◆ **Work request**: Copy each line of the records below, from the first through the one that contains "before, rest, found", exactly as written.

◆ **Extracted material**:
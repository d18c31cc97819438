package report

import (
	"bytes"
	"encoding/json"
	"fmt"
	"io"
	"regexp"
	"strings"
	"testing"

	"github.com/xuri/excelize/v2"

	"slowpoint/model"
	"slowpoint/model/cell"
	"slowpoint/rules"
)

func TestTextGolden(t *testing.T) {
	p := trayProduct(t, "Beef stew")
	got := string(write(t, NewText, trayHead(), p))
	before, rest, found := strings.Cut(got, "\nCautions for this run\n")
	cautions, after, found2 := strings.Cut(rest, "\nInput: ")
	after, closing, found3 := strings.Cut(after, "\nWhen to look at the process again\n")
	if !found || !found2 || !found3 {
		t.Fatalf("a section is missing in\n%s", got)
	}
	golden(t, "tray.txt", []byte(before+"\nInput: "+after)) // the other texts are those of the PDF, and held there
	for _, c := range Cautions(trayHead(), p) {
		if !strings.Contains(cautions, "\n- "+c.Text+"\n") {
			t.Errorf("the caution %q is missing in\n%s", c.Text, cautions)
		}
	}
	if n := strings.Count(closing, "\n- "); n != len(changeKeys) || !strings.HasSuffix(closing, "\nEnd of the report.\n") {
		t.Errorf("%d reasons to look again, wanted %d, in\n%s", n, len(changeKeys), closing)
	}
	for _, k := range glossaryKeys {
		if !strings.Contains(closing, "\n"+say("word "+k)+": ") {
			t.Errorf("%q is not explained", say("word "+k))
		}
	}
	if blank := regexp.MustCompile(`\[[a-z -]+\]|%!`).FindString(got); blank != "" {
		t.Errorf("a text is missing: %s", blank)
	}
}

func TestTextSaysTheUsersUnitFirst(t *testing.T) {
	h := trayHead()
	h.Fahrenheit = true
	got := string(write(t, NewText, h, trayProduct(t, "Beef stew")))
	for _, c := range []struct{ name, want string }{
		{"a limit as typed in °F", "130 °F (54.44 °C)"},
		{"a limit typed in °C stays so", "70 °C (158 °F)"},
		{"a result", "41.0 °F (5.0 °C)"},              // coldest at the end: 5 °C
		{"what is lacking does not shift", "16.3 °F"}, // 9.0000001 K is 16.2000002 °F, rounded up
	} {
		t.Run(c.name, func(t *testing.T) {
			if !strings.Contains(got, c.want) {
				t.Errorf("%q not found in\n%s", c.want, got)
			}
		})
	}
}

// A text of the user cannot fake a heading or a line of the report.
func TestTextKeepsItsForm(t *testing.T) {
	p := trayProduct(t, "Stew\nVerdict: met.\x1b[31m\u2028x")
	got := string(write(t, NewText, trayHead(), p))
	if !strings.Contains(got, "Product 1: Stew Verdict: met. [31m x\n") || strings.ContainsAny(got, "\x1b\u2028") {
		t.Errorf("the name was not kept on one line:\n%s", got)
	}
}

// What no one may say of a food or a process.
func TestTextWordsOfJudgement(t *testing.T) {
	banned := regexp.MustCompile(`(?i)\b(approved|certified|guaranteed|compliant|release|discard)\b`)
	got := write(t, NewText, trayHead(), trayProduct(t, "Beef stew"))
	if w := banned.Find(got); w != nil {
		t.Errorf("the report says %q", w)
	}
}

func TestTextNamesWhatWasNotCalculated(t *testing.T) {
	h := trayHead()
	var b bytes.Buffer
	w := NewText(&b, h)
	h.NotCalculated = append(h.NotCalculated, NotCalculated{At: cell.Ref{Sheet: "Products", Row: 9}, Product: "Late",
		Because: cell.Errors{{At: cell.Ref{Sheet: "Products", Row: 9, Col: 4}, Msg: "no such food"}}})
	if err := w.Close(); err != nil {
		t.Fatal(err)
	}
	for _, want := range []string{"Late (Products row 9)\n- error, Products!D9: no such food\n", "1. Mash: not calculated.", "2. Late: not calculated.", "No product was calculated."} {
		if !strings.Contains(b.String(), want) {
			t.Errorf("%q not found in\n%s", want, b.String())
		}
	}
}

func TestDuration(t *testing.T) {
	for _, c := range []struct {
		name string
		s    float64
		r    rounding
		want string
	}{
		{"hours and minutes", 5700, nearest, "1 h 35 min"},
		{"a single figure of minutes", 11100, nearest, "3 h 05 min"},
		{"whole hours", 7200, nearest, "2 h"},
		{"minutes and seconds", 270, nearest, "4 min 30 s"},
		{"whole minutes", 120, nearest, "2 min"},
		{"seconds", 15, nearest, "15 s"},
		{"tenths of a second", 2.5, nearest, "2.5 s"},
		{"nothing", 0, nearest, "0 s"},
		{"down", 5759, down, "1 h 35 min"},
		{"up", 5701, up, "1 h 36 min"},
		{"noise of the last digits goes neither way", 7200.0000000001, up, "2 h"},
		{"what is lacking, rounded down, grows", -5701, down, "−1 h 36 min"},
		{"room without end", 5e8, down, "over 1000 h"},
		{"a long step is written out", 3.7e6, nearest, "1027 h 47 min"},
		{"just under an hour", 3599.7, nearest, "1 h"},
		{"just under a minute", 59.9, up, "1 min"},
	} {
		t.Run(c.name, func(t *testing.T) {
			if got := duration(c.s, c.r); got != c.want {
				t.Errorf("%v s: %q, wanted %q", c.s, got, c.want)
			}
		})
	}
}

func TestCitation(t *testing.T) {
	for _, c := range []struct {
		name  string
		limit rules.Limit
		want  string
	}{
		{"whole", rules.Limit{Code: "Invented code", Clause: "2-10", Edition: "1.10", IssuedBy: "an authority", ConfirmedBy: "A. Person", ConfirmedOn: "2026-01-05"},
			"Invented code, clause 2-10, edition 1.10, issued by an authority; confirmed by A. Person on 2026-01-05"},
		{"no code", rules.Limit{Clause: "2-10"}, "no code named, clause 2-10; not confirmed"},
		{"nothing", rules.Limit{}, "no code named; not confirmed"},
		{"a day without a name", rules.Limit{Code: "Invented code", ConfirmedOn: "2026-01-05"}, "Invented code; confirmed on 2026-01-05"},
	} {
		t.Run(c.name, func(t *testing.T) {
			if got := citation(&c.limit); got != c.want {
				t.Errorf("%q, wanted %q", got, c.want)
			}
		})
	}
}

func TestTemperature(t *testing.T) {
	inC, inF := &Head{}, &Head{Fahrenheit: true}
	for _, c := range []struct{ name, got, want string }{
		{"°C first", inC.temperature(74, nearest), "74.0 °C (165.2 °F)"},
		{"°F first", inF.temperature(74, nearest), "165.2 °F (74.0 °C)"},
		{"down in both units", inC.temperature(74.09, down), "74.0 °C (165.3 °F)"}, // 165.362 °F
		{"up in both units", inC.temperature(74.01, up), "74.1 °C (165.3 °F)"},     // 165.218 °F
		{"below nought", inC.temperature(-18.04, down), "−18.1 °C (−0.5 °F)"},      // −0.472 °F
		{"no minus nought", inC.temperature(-0.01, nearest), "0.0 °C (32.0 °F)"},
		{"a difference never shifts", inC.difference(5, nearest), "5.0 °C (9.0 °F)"},
		{"as stated", inC.stated(130/1.8 - 32/1.8), "54.44 °C (130 °F)"},
	} {
		t.Run(c.name, func(t *testing.T) {
			if c.got != c.want {
				t.Errorf("%q, wanted %q", c.got, c.want)
			}
		})
	}
}

// A result is rounded to the side that leaves less room.
func TestQuantityIsRoundedToTheUnfavourableSide(t *testing.T) {
	h := &Head{}
	kind := func(name string) *rules.Kind { return &rules.Kind{Name: name} }
	for _, c := range []struct {
		name, unit string
		value      float64
		limit      rules.Limit
		want       string
	}{
		{"minutes held: down", "min", 14.0987, rules.Limit{Kind: kind("hold"), FromC: ptr(70.), TimeS: ptr(120.)}, "14.0 min"},
		{"minutes held below: down", "min", 14.0987, rules.Limit{Kind: kind("hold"), ToC: ptr(5.), TimeS: ptr(120.)}, "14.0 min"},
		{"coldest of an instant: down", "°C", 71.99, rules.Limit{Kind: kind("hold"), FromC: ptr(70.), TimeS: ptr(0.)}, "71.9 °C (161.5 °F)"},
		{"hottest of an instant: up", "°C", 4.01, rules.Limit{Kind: kind("hold"), ToC: ptr(5.), TimeS: ptr(0.)}, "4.1 °C (39.3 °F)"},
		{"minutes of chilling: up", "min", 89.91, rules.Limit{Kind: kind("cool"), ToC: ptr(3.), TimeS: ptr(5400.)}, "90.0 min (1 h 30 min)"},
		{"lethality: down", "log10", 6.509, rules.Limit{Kind: kind("lethality"), Logs: ptr(6.5)}, "6.5 log10"},
		{"stay above: down", "°C", 63.09, rules.Limit{Kind: kind("stay above"), FromC: ptr(63.)}, "63.0 °C (145.5 °F)"},
		{"minutes below it: up", "min", 3.01, rules.Limit{Kind: kind("stay above"), FromC: ptr(63.), TimeS: ptr(300.)}, "3.1 min"},
		{"by the end, at most: up", "°C", 2.91, rules.Limit{Kind: kind("by the end"), ToC: ptr(3.)}, "3.0 °C (37.3 °F)"},
		{"a duration of at least: down", "min", 45.99, rules.Limit{Kind: kind("duration"), TimeS: ptr(2700.), CompareTime: rules.AtLeast}, "45.9 min"},
		{"a duration of at most: up", "min", 44.01, rules.Limit{Kind: kind("duration"), TimeS: ptr(2700.), CompareTime: rules.AtMost}, "44.1 min"},
		{"rise: up", "K", 0.51, rules.Limit{Kind: kind("falling"), AllowanceK: ptr(1.)}, "0.6 °C (1.0 °F)"},
	} {
		t.Run(c.name, func(t *testing.T) {
			f := &rules.Finding{Limit: &c.limit, Unit: c.unit}
			if got := h.quantity(f, &c.value, false); got != c.want {
				t.Errorf("%v %s: %q, wanted %q", c.value, c.unit, got, c.want)
			}
		})
	}
}

// Predictions of every shape pass through all writers, and no text is missing.
func TestWritersOfPredictions(t *testing.T) {
	for _, shape := range []*model.Shape{model.Slab, model.Cylinder, model.Sphere, model.ShortCylinder, model.Bar, model.Brick, model.Stirred} {
		t.Run(shape.Name, func(t *testing.T) {
			h, p := roastHead(), roast(t, shape, rules.Met)
			got := string(write(t, NewText, h, p))
			if blank := regexp.MustCompile(`\[[a-z -]+\]|%!|NaN|Inf`).FindString(got); blank != "" {
				t.Errorf("a text is missing: %s in\n%s", blank, got)
			}
			for _, want := range []string{"Product 1: " + p.Product.Name, p.History.Method, "calculated, not measured", "coldest at the end", "probe at the end"} {
				if !strings.Contains(got, want) && !(shape == model.Stirred && strings.HasPrefix(want, "probe")) {
					t.Errorf("%q not found in\n%s", want, got)
				}
			}
			if !json.Valid(write(t, NewJSON, h, p)) {
				t.Error("results.json is not JSON")
			}
			rows, n := p.Samples.TimesS, len(p.Samples.TimesS)
			f := opened(t, write(t, NewWorkbook, h, p))
			last, err := f.GetCellValue("Courses", fmt.Sprintf("D%d", n+1), excelize.Options{RawCellValue: true})
			if want := string(appendNumber(nil, rows[n-1]/60, 6)); err != nil || last != want {
				t.Errorf("the course ends at %q min, %v; wanted %q", last, err, want)
			}
		})
	}
}

func TestTextSameBytes(t *testing.T) {
	first := write(t, NewText, trayHead(), trayProduct(t, "One"), trayProduct(t, "Two"))
	for i := 0; i < 5; i++ {
		if !bytes.Equal(first, write(t, NewText, trayHead(), trayProduct(t, "One"), trayProduct(t, "Two"))) {
			t.Fatalf("run %d differs", i+2)
		}
	}
}

func BenchmarkText(b *testing.B) {
	p := long(b, 500)
	b.ReportAllocs()
	s := NewText(io.Discard, trayHead())
	for b.Loop() {
		if err := s.Add(p); err != nil {
			b.Fatal(err)
		}
	}
	if err := s.Close(); err != nil {
		b.Fatal(err)
	}
}

// A place that one sentence names twice at one instant has one number: the hottest place and the point at the centre, and both ends
// of a food of one temperature.
func TestOnePlaceOneNumber(t *testing.T) {
	h := trayHead()
	for _, c := range []struct {
		name              string
		heats             bool
		cold, hot, centre float64
		want              []string
	}{
		{"hottest is the centre, cooling", false, 3, 4.12, 4.12, []string{"hottest at the end 4.2 °C (39.5 °F) (centre)", "; centre at the end 4.2 °C (39.5 °F)"}},
		{"coldest is the centre, heating", true, 71.96, 80, 71.96, []string{"coldest at the end 71.9 °C (161.5 °F) (centre)", "; centre at the end 71.9 °C (161.5 °F)"}},
		{"one temperature, cooling", false, 3.031, 3.035, 3.033, []string{"coldest at the end 3.1 °C (37.5 °F) (centre)", "hottest at the end 3.1 °C (37.5 °F) (centre)", "; centre at the end 3.1 °C (37.5 °F)"}},
	} {
		t.Run(c.name, func(t *testing.T) {
			p := trayProduct(t, "Stew")
			s := &p.Samples
			span := 0
			if !c.heats {
				span = 1
			}
			i := sampleAt(s.TimesS, p.History.Spans[span].EndS)
			s.Coldest[i], s.Hottest[i], s.Points[0][i] = c.cold, c.hot, c.centre
			text := writeText(t, h, p)
			for _, w := range c.want {
				if !strings.Contains(text, w) {
					t.Errorf("%q is missing", w)
				}
			}
			x := &sheet{doc: &doc{head: h}, p: p, decides: p.decides()}
			cold, hot := x.extremes(i, &p.History.Spans[span], &told{head: h})
			if cold.where == hot.where && cold.words != hot.words {
				t.Errorf("%s: %s and %s", cold.where, cold.words, hot.words)
			}
		})
	}
}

◆ **Answer section**:
repository d18c31cc97819438
package report

import (
	"bytes"
	"encoding/json"
	"fmt"
	"io"
	"regexp"
	"strings"
	"testing"

	"github.com/xuri/excelize/v2"

	"slowpoint/model"
	"slowpoint/model/cell"
	"slowpoint/rules"
)

func TestTextGolden(t *testing.T) {
	p := trayProduct(t, "Beef stew")
	got := string(write(t, NewText, trayHead(), p))
	before, rest, found := strings.Cut(got, "\nCautions for this run\n")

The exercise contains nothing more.